Later in the evening, a small, undeniably snookered crew of bruisers takes in a lecture and slide-show performance in an unspectacular conference room likely the spot for countless business seminars. It's led by nattily dressed Ian Svenonius, a muss-haired, wisecracking orator for the weekend and vet of several Washington, D.C., post-punk acts — Chain and the Gang, most recently. Svenonius is one of many anti-establishment types here who until tonight probably wouldn't be caught dead on a cruise. What was billed as a "serious lecture" turns out to be an audience participation piece featuring, among other things, a comic reading of dialogue portions from Metallica's Some Kind of Monster documentary ("You know what, you guys, why don't we just go in and hammer it out, all right, instead of hammering on each other."). While most of the room listens and laughs, a couple of cutups start throwing balls of paper at each other.

At 1:30 a.m., the action returns to Xanadu Lounge for a sweaty set by the stylish New Orleans duo of Quintron & Miss Pussycat, who specializes in a swampy combination of funk and high-concept art. A long day of drinking turns on the crowd-surfing faucet, and bodies fly as the soulful punk via vintage keyboard chugs along.

After that, DJ Jonathan "New York Night Train" Toubin's mix of '60s soul dislodges the mass near the stage and into all corners of the dance floor. Toubin hosts "Soul Clap" parties around the globe, and he pushes the party steadily later and into that realm where the body stops fighting back against the punishment it endures.

Up on the Lido Deck, intoxicated bodies scoot under the outdoor bar's awning for even more refills. Groupings of musicians and bruisers gather in the cool evening air on deck chairs, and some have put on bathing suits for a dip in the nearby pool.

While all this is going on, the Jacuzzi Boys' frontman, Gabriel Alcala, blacks out for a minute. He and his Miami bandmates are taking full advantage of the deck's bar, which rapidly grows crowded in these late hours. Sly social foreplay previously reserved for a smoky bar is now on display under the stars. While Alcala drunkenly tries to recruit every girl he sees for a "lecture to teach them more about themselves by the Jacuzzi," there's talk of a different type of recruitment.

One by one, it dawns on various photographers among more than two dozen media entities covering the cruise that a photograph of the Jacuzzi Boys in a hot tub would be a prized commodity. Alcala repeats to these inquiries, "Let's just let it happen organically."

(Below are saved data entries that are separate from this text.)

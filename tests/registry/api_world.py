"""A small register for the API tests, built through the services like real data.

Personas (STYLE 8: owner, member, outsider): the LSO, an inspector, a researcher who owns
the lasers under test (group "optics"), a researcher of another group who owns one other
laser, and a laser user in the owner's group with current training, the SOP read and an
authorization request pending, who is authorized on one other laser of the owner.
"""
from __future__ import annotations

import datetime
from dataclasses import dataclass

from django.apps import apps
from django.utils import timezone
from rest_framework.test import APIClient

from registry import services
from registry.models import (
    SOP,
    Audit,
    Authorization,
    Emission,
    Eyewear,
    Finding,
    HazardResult,
    Incident,
    Laser,
    Location,
    Person,
    TrainingRecord,
)

PERSONAS = ("anonymous", "lso", "inspector", "owner", "outsider", "user")


@dataclass
class World:
    lso: Person
    inspector: Person
    owner: Person
    outsider: Person
    user: Person
    room: Location
    laser: Laser
    emission: Emission
    result: HazardResult
    pending_laser: Laser
    returned_laser: Laser
    other_laser: Laser
    authorized_laser: Laser
    training: TrainingRecord
    sop: SOP
    draft_sop: SOP
    authorization: Authorization
    eyewear: Eyewear
    planned_audit: Audit
    running_audit: Audit
    answered_audit: Audit
    finding: Finding
    incident: Incident
    investigated_incident: Incident

    def person(self, persona: str) -> Person | None:
        return None if persona == "anonymous" else getattr(self, persona)

    def client(self, persona: str) -> APIClient:
        client = APIClient()
        person = self.person(persona)
        if person is not None:
            client.force_authenticate(user=person.user)
        return client


def build_world() -> World:
    today = timezone.localdate()
    optics = services.research_group_create(slug="optics", name="Beam Optics Group")
    plasma = services.research_group_create(slug="plasma", name="Plasma Diagnostics Group")
    lso = services.person_create(username="ada", role="lso", first_name="Ada", last_name="Quill")
    inspector = services.person_create(username="ivo", role="inspector", first_name="Ivo", last_name="Marsh")
    owner = services.person_create(username="rhea", role="researcher", research_group=optics,
                                   first_name="Rhea", last_name="Tallis")
    outsider = services.person_create(username="otto", role="researcher", research_group=plasma,
                                      first_name="Otto", last_name="Venn")
    user = services.person_create(username="uma", role="user", research_group=optics, supervisor=owner,
                                  first_name="Uma", last_name="Pell")
    room = services.location_create(code="tst-101", site="Test Site", building="Alder Hall", room="101",
                                    by=lso, is_controlled_area=True, longest_dimension_m="6 m")

    laser = _active_laser(asset_tag="TST-0001", owner=owner, room=room, by=lso)
    emission = laser.emissions.get()
    # Computed by the emission services (registry.services.hazards).
    result = emission.hazard_results.get(limits="icnirp2013")
    pending_laser = services.laser_register(by=owner, asset_tag="TST-0002", laser_type="diode",
                                            labelled_class="3B", owner=owner, location=room)
    services.emission_create(laser=pending_laser, by=owner, wavelength_m="405 nm", temporal_mode="cw",
                             average_power_W="100 mW", beam_diameter_m="1 mm", divergence_rad="1 mrad")
    returned_laser = services.laser_register(by=owner, asset_tag="TST-0003", laser_type="gas",
                                             labelled_class="2", owner=owner, location=room)
    services.laser_return(laser=returned_laser, by=lso, comments="Add the emission's divergence.")
    other_laser = _active_laser(asset_tag="TST-0004", owner=outsider, room=room, by=lso)

    training = services.training_record(person=user, course="general", completed_on=today - datetime.timedelta(days=30),
                                        valid_until=today + datetime.timedelta(days=700), by=lso, verified_by=lso)
    sop = services.sop_create(laser=laser, title="Operating the test laser", by=owner)
    sop = services.sop_approve(sop=sop, by=lso)
    services.sop_acknowledge(sop=sop, person=user)
    draft_sop = services.sop_create(laser=laser, title="Operating the test laser, revised", by=owner)
    authorization = services.authorization_request(person=user, laser=laser, by=owner)
    authorized_laser = _active_laser(asset_tag="TST-0005", owner=owner, room=room, by=lso)
    authorized_sop = services.sop_approve(sop=services.sop_create(laser=authorized_laser, title="Operating TST-0005",
                                                                  by=owner), by=lso)
    services.sop_acknowledge(sop=authorized_sop, person=user)
    services.authorization_approve(
        authorization=services.authorization_request(person=user, laser=authorized_laser, by=owner), by=lso)
    eyewear = services.eyewear_create(
        inventory_tag="TST-EW-1", location=room, by=lso, description="goggles for 532 nm",
        markings=[{"wavelength_min_m": "520 nm", "wavelength_max_m": "540 nm", "optical_density": 4.0}])

    planned_audit = services.audit_plan(reference="TST-AUD-1", scope="location", location=room, auditor=lso,
                                        planned_on=today, by=lso, questions=["Is the warning light working?"])
    running_audit = services.audit_plan(reference="TST-AUD-2", scope="location", location=room, auditor=lso,
                                        planned_on=today, by=lso, questions=["Are beam dumps in place?"])
    services.audit_start(audit=running_audit, by=lso)
    answered_audit = services.audit_plan(reference="TST-AUD-3", scope="site", site="Test Site", auditor=lso,
                                         planned_on=today, by=lso)
    services.audit_start(audit=answered_audit, by=lso)
    # Starting drew the class 4 lasers' control measures; all pass, so the audit can be signed off.
    for item in answered_audit.checklist.all():
        services.audit_answer(item=item, answer="pass", by=lso)
    finding = services.finding_raise(audit=running_audit, severity="minor", description="A beam dump is missing.",
                                     owner=owner, laser=laser, by=lso)
    incident = services.incident_report(reference="TST-INC-1", kind="near_miss", occurred_at=timezone.now(),
                                        description="A stray reflection reached the door.", reported_by=owner,
                                        laser=laser)
    investigated_incident = services.incident_report(
        reference="TST-INC-2", kind="near_miss", occurred_at=timezone.now(), description="Goggles left off.",
        reported_by=owner, laser=laser)
    services.incident_investigate(incident=investigated_incident, by=lso)

    return World(
        lso=lso, inspector=inspector, owner=owner, outsider=outsider, user=user, room=room, laser=laser,
        emission=emission, result=result, pending_laser=pending_laser, returned_laser=returned_laser,
        other_laser=other_laser, authorized_laser=authorized_laser, training=training, sop=sop, draft_sop=draft_sop, authorization=authorization,
        eyewear=eyewear, planned_audit=planned_audit, running_audit=running_audit, answered_audit=answered_audit,
        finding=finding, incident=incident, investigated_incident=investigated_incident,
    )


def _active_laser(*, asset_tag: str, owner: Person, room: Location, by: Person) -> Laser:
    laser = services.laser_register(by=owner, asset_tag=asset_tag, laser_type="solid_state", labelled_class="4",
                                    owner=owner, location=room, manufacturer="Testbench Optics", model_name="TB-532")
    services.emission_create(laser=laser, by=owner, wavelength_m="532 nm", temporal_mode="cw",
                             average_power_W="2 W", beam_diameter_m="2 mm", divergence_rad="1 mrad")
    return services.laser_approve(laser=laser, by=by)


def register_state() -> dict[str, int]:
    """Row counts of every model of the register and of the token table, history included.

    A refused write must leave all of them as they were.
    """
    counts = {model._meta.label: model._default_manager.count() for model in apps.get_app_config("registry").get_models()}
    counts["authtoken.Token"] = apps.get_model("authtoken", "Token").objects.count()
    return counts

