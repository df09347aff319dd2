"""The checklist a class calls for (registry.services.checklist) and how answering it works.

Which control measure applies to which class follows the control-measure table of ANSI Z136.1
(as reproduced in university laser safety manuals) and IEC 60825-1 for labels; the mapping is
the register's reading of them, stated beside each measure in registry/services/checklist.py.
"""
from __future__ import annotations

import datetime

import pytest
from django.core.exceptions import ValidationError

from registry.models import Finding, Person
from registry.services import audit_answer, audit_plan, audit_start
from registry.services.checklist import checklist_for
from tests import factories

pytestmark = pytest.mark.django_db

HAZARDOUS_ROOM = ["signs_posted", "entry_controls_tested", "eyewear_adequate"]
HAZARDOUS_LASER = ["registered", "labelled", "sop_current", "users_authorized", "beams_terminated", "key_controlled"]


def controls(entries: list) -> list[tuple[str, str]]:
    return [(entry.control.code, entry.laser.asset_tag if entry.laser else entry.location.code) for entry in entries]


@pytest.mark.parametrize(("labelled", "embedded", "room_items", "laser_items"), [
    ("4", "", HAZARDOUS_ROOM, HAZARDOUS_LASER),
    ("3B", "", HAZARDOUS_ROOM, HAZARDOUS_LASER),
    ("3R", "", ["signs_posted"], ["labelled", "users_briefed", "beams_terminated"]),
    ("2", "", ["signs_posted"], ["labelled", "users_briefed"]),
    ("1M", "", [], ["labelled"]),
    ("1", "", [], []),
    # An enclosed class 4 laser is checked as class 4: the enclosure is opened for service.
    ("1", "4", HAZARDOUS_ROOM, HAZARDOUS_LASER),
])
def test_each_class_calls_for_its_control_measures(labelled: str, embedded: str, room_items: list[str],
                                                   laser_items: list[str]) -> None:
    laser = factories.LaserFactory.create(labelled_class=labelled, embedded_class=embedded)
    assert controls(checklist_for([laser])) == ([(code, laser.location.code) for code in room_items]
                                                + [(code, laser.asset_tag) for code in laser_items])


def test_a_rooms_items_follow_the_highest_class_in_it_and_rooms_come_in_order() -> None:
    room_a = factories.LocationFactory.create(building="A", room="1", code="a-1")
    room_b = factories.LocationFactory.create(building="B", room="1", code="b-1")
    pointer = factories.LaserFactory.create(asset_tag="P-1", labelled_class="2", location=room_b)
    diode = factories.LaserFactory.create(asset_tag="D-1", labelled_class="3B", location=room_b)
    marker = factories.LaserFactory.create(asset_tag="M-1", labelled_class="3R", location=room_a)
    assert controls(checklist_for([pointer, diode, marker])) == [
        ("signs_posted", "a-1"), ("labelled", "M-1"), ("users_briefed", "M-1"), ("beams_terminated", "M-1"),
        *[(code, "b-1") for code in HAZARDOUS_ROOM], *[(code, "D-1") for code in HAZARDOUS_LASER],
        ("labelled", "P-1"), ("users_briefed", "P-1"),
    ]


@pytest.fixture
def lso() -> Person:
    return factories.PersonFactory.create(role="lso", research_group=None)


def test_starting_an_audit_adds_the_scopes_control_measures_after_the_plans_questions(lso: Person) -> None:
    laser = factories.LaserFactory.create(labelled_class="4")
    factories.LaserFactory.create(labelled_class="4", location=laser.location, status="disposed", owner=None)
    audit = audit_plan(reference="AUD-C1", scope="location", location=laser.location, auditor=lso,
                       planned_on=datetime.date(2026, 12, 1), by=lso, questions=["Lab log kept?"])
    assert list(audit.checklist.values_list("question", flat=True)) == ["Lab log kept?"]
    audit_start(audit=audit, by=lso)
    items = list(audit.checklist.order_by("position"))
    # The disposed laser has left the register's care and is not checked.
    assert [(item.position, item.control, item.laser_id) for item in items] == [
        (1, "", None), *[(position, code, None) for position, code in enumerate(HAZARDOUS_ROOM, start=2)],
        *[(position, code, laser.pk) for position, code in enumerate(HAZARDOUS_LASER, start=5)]]
    assert items[1].location == laser.location
    assert items[4].question == f"{laser.asset_tag}: Registered: class, emissions, owner and room in the register " \
                                "match the laser"


def test_a_failed_item_raises_one_finding_with_its_follow_up(lso: Person) -> None:
    laser = factories.LaserFactory.create(labelled_class="4")
    owner = laser.owner
    audit = audit_plan(reference="AUD-C2", scope="lasers", lasers=[laser], auditor=lso,
                       planned_on=datetime.date(2026, 12, 1), by=lso)
    audit_start(audit=audit, by=lso)
    key = audit.checklist.get(control="key_controlled")
    with pytest.raises(ValidationError) as refused:
        audit_answer(item=key, answer="fail", comment="Key left in the controller.", by=lso)
    assert refused.value.message_dict == {
        "finding": ["A failed item raises a finding; give its severity, corrective_action, owner, due_on."]}
    key.refresh_from_db()
    assert (key.answer, Finding.objects.count()) == ("", 0)

    follow_up = {"severity": "minor", "corrective_action": "Keep the key in the lab safe.", "owner": owner,
                 "due_on": datetime.date(2026, 12, 15)}
    audit_answer(item=key, answer="fail", comment="Key left in the controller.", by=lso, finding=follow_up)
    finding = Finding.objects.get()
    assert (finding.checklist_item, finding.laser, finding.location, finding.severity, finding.owner,
            finding.due_on) == (key, laser, laser.location, "minor", owner, datetime.date(2026, 12, 15))
    assert finding.description.endswith(": Key left in the controller.")

    # Answered again, the item keeps the finding it raised; a second finding is refused.
    audit_answer(item=key, answer="fail", comment="Still in the controller.", by=lso)
    with pytest.raises(ValidationError, match="Only the first failure"):
        audit_answer(item=key, answer="fail", comment="Again.", by=lso, finding=follow_up)
    with pytest.raises(ValidationError, match="Only the first failure"):
        audit_answer(item=key, answer="pass", by=lso, finding=follow_up)
    key.refresh_from_db()
    assert (key.answer, key.comment, Finding.objects.count()) == ("fail", "Still in the controller.", 1)


def test_a_failure_needs_a_note_saying_what_failed(lso: Person) -> None:
    laser = factories.LaserFactory.create(labelled_class="3B")
    audit = audit_plan(reference="AUD-C3", scope="lasers", lasers=[laser], auditor=lso,
                       planned_on=datetime.date(2026, 12, 1), by=lso)
    audit_start(audit=audit, by=lso)
    item = audit.checklist.get(control="sop_current")
    with pytest.raises(ValidationError) as refused:
        audit_answer(item=item, answer="fail", comment=" ", by=lso, finding={
            "severity": "minor", "corrective_action": "Review the SOP.", "owner": laser.owner,
            "due_on": datetime.date(2026, 12, 15)})
    assert refused.value.message_dict == {"comment": ["A note saying what failed is required."]}
    assert Finding.objects.count() == 0
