@dataclass(frozen=True)
class PulseTrainLimit:
    """Per-pulse and whole-train limits of a regular pulse train (arrays; 0-d for scalars).

    ``options`` holds every rule of PULSE_RULES averaged over every aperture its rows use:
    they cannot be ranked without the beam, since a rule averaged over a smaller aperture
    (a single pulse over 1 mm in the ultraviolet and beyond 1400 nm) can be the stricter one
    for a narrow beam although its limit is higher. hazards.assessment compares each with the
    exposure over its own aperture. The headline figures (``per_pulse_J_m2``, ``governing``,
    ``aperture_m``, ``candidates``) are the lowest limits, as a table lookup gives them;
    ``rule_limits`` keeps the exposure limit each rule started from.
    """

    wavelength_m: FloatArray
    exposure_s: FloatArray
    pulse_duration_s: FloatArray
    prf_Hz: FloatArray
    source_size_rad: FloatArray
    per_pulse_J_m2: FloatArray
    radiant_exposure_J_m2: FloatArray
    irradiance_W_m2: FloatArray
    candidates: dict[str, FloatArray]
    governing: NDArray[np.str_]
    pulses_N: FloatArray
    pulses_per_group: FloatArray
    groups_N: FloatArray
    correction_C_P: FloatArray
    grouping_time_s: FloatArray
    aperture_m: FloatArray
    rule_limits: dict[str, ExposureLimit]
    options: tuple[LimitOption, ...]
    limits: str
    tissue: str
    duration_basis: str

    @property
    def working(self) -> Working | None:
        """The working of a single train (None for arrays: use working_at)."""
        return self.working_at(0) if self.per_pulse_J_m2.size == 1 else None

    @property
    def notes(self) -> tuple[str, ...]:
        return self.notes_at(0) if self.per_pulse_J_m2.size == 1 else load_limit_set(self.limits).notes

    def warnings_at(self, index: int) -> list[str]:
        """What a reader must know about one train's inputs (a pulse below the tables' first column)."""
        return list(dict.fromkeys(self.rule_limits["single_pulse"].warnings_at(index)
                                  + self.rule_limits["average_power"].warnings_at(index)))

    def working_at(self, index: int) -> Working:
        return _working(load_limit_set(self.limits), self, index)[0]

    def notes_at(self, index: int) -> tuple[str, ...]:
        return tuple(_working(load_limit_set(self.limits), self, index)[1])

    def to_dict(self) -> TrainJson:
        """The JSON object of ``python -m hazards limit --pulse-duration ... --json`` for one train."""
        if self.per_pulse_J_m2.size != 1:
            raise ValueError("to_dict() describes one pulse train; use records() for arrays")
        working, notes = _working(load_limit_set(self.limits), self, 0)
        return TrainJson(**self.record(0), notes=notes, warnings=self.warnings_at(0), working=working.to_json())

    def record(self, index: int) -> TrainRecord:
        def item(array: FloatArray) -> float | None:
            value = float(array.reshape(-1)[index])
            return value if math.isfinite(value) else None

        return {
            "wavelength_m": item(self.wavelength_m),
            "duration_s": item(self.exposure_s),
            "duration_basis": self.duration_basis,
            "pulse_duration_s": item(self.pulse_duration_s),
            "prf_Hz": item(self.prf_Hz),
            "source_size_rad": item(self.source_size_rad),
            "tissue": self.tissue,
            "limits": self.limits,
            "per_pulse_J_m2": item(self.per_pulse_J_m2),
            "radiant_exposure_J_m2": item(self.radiant_exposure_J_m2),
            "irradiance_W_m2": item(self.irradiance_W_m2),
            "candidates": {rule: item(values) for rule, values in self.candidates.items()},
            "options": [OptionRecord(rule=option.rule, per_pulse_J_m2=item(option.per_pulse_J_m2),
                                     aperture_m=item(option.aperture_m))
                        for option in self.options if math.isfinite(float(option.per_pulse_J_m2.reshape(-1)[index]))],
            "governing": str(self.governing.reshape(-1)[index]),
            "pulses_N": item(self.pulses_N),
            "pulses_per_group": item(self.pulses_per_group),
            "correction_C_P": item(self.correction_C_P),
            "aperture_m": item(self.aperture_m),
            "citations": {rule: _citation(limit, index) for rule, limit in self.rule_limits.items()},
            "caution": CAUTION,
            "engine_version": ENGINE_VERSION,
        }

After passing out the first night at 9, professional surfers Alek Parker and Dylan Graves begin Saturday of the Bruise Cruise at 6 a.m. In zany sunglasses, bathrobes from their cabin, and a never-ending stream of drinks in hollowed-out coconuts, the guys take their venerable Cheech and Chong roles seriously.

They mix with the early risers at the Lido Deck's pool and play chess using the giant chessboard on the nearby stage. Soon, they're shotgunning coffee and iced tea. Around 8:30, grapefruit mimosas. That leads to a bottle of champagne. Given their social nature and costuming, it's unsurprising that Parker is approached by an 80-year-old woman named Amy who wants to teach him how to salsa dance. As they walk through the steps right there on the deck, an 85-year-old named Mildred, who has suffered a stroke that has caused half of her face to not be functional, joins in. Afterward, Parker teaches the salsa steps to four other girls.

"Amy rocked my world, and I paid it forward," Parker says, now lounging in the early afternoon in the Horizon dining area.

So where did the lipstick on his face, chest, and torso come from?

"That's where it came from," Parker says, pointing out the window at a few slinky swimsuit-clad girls.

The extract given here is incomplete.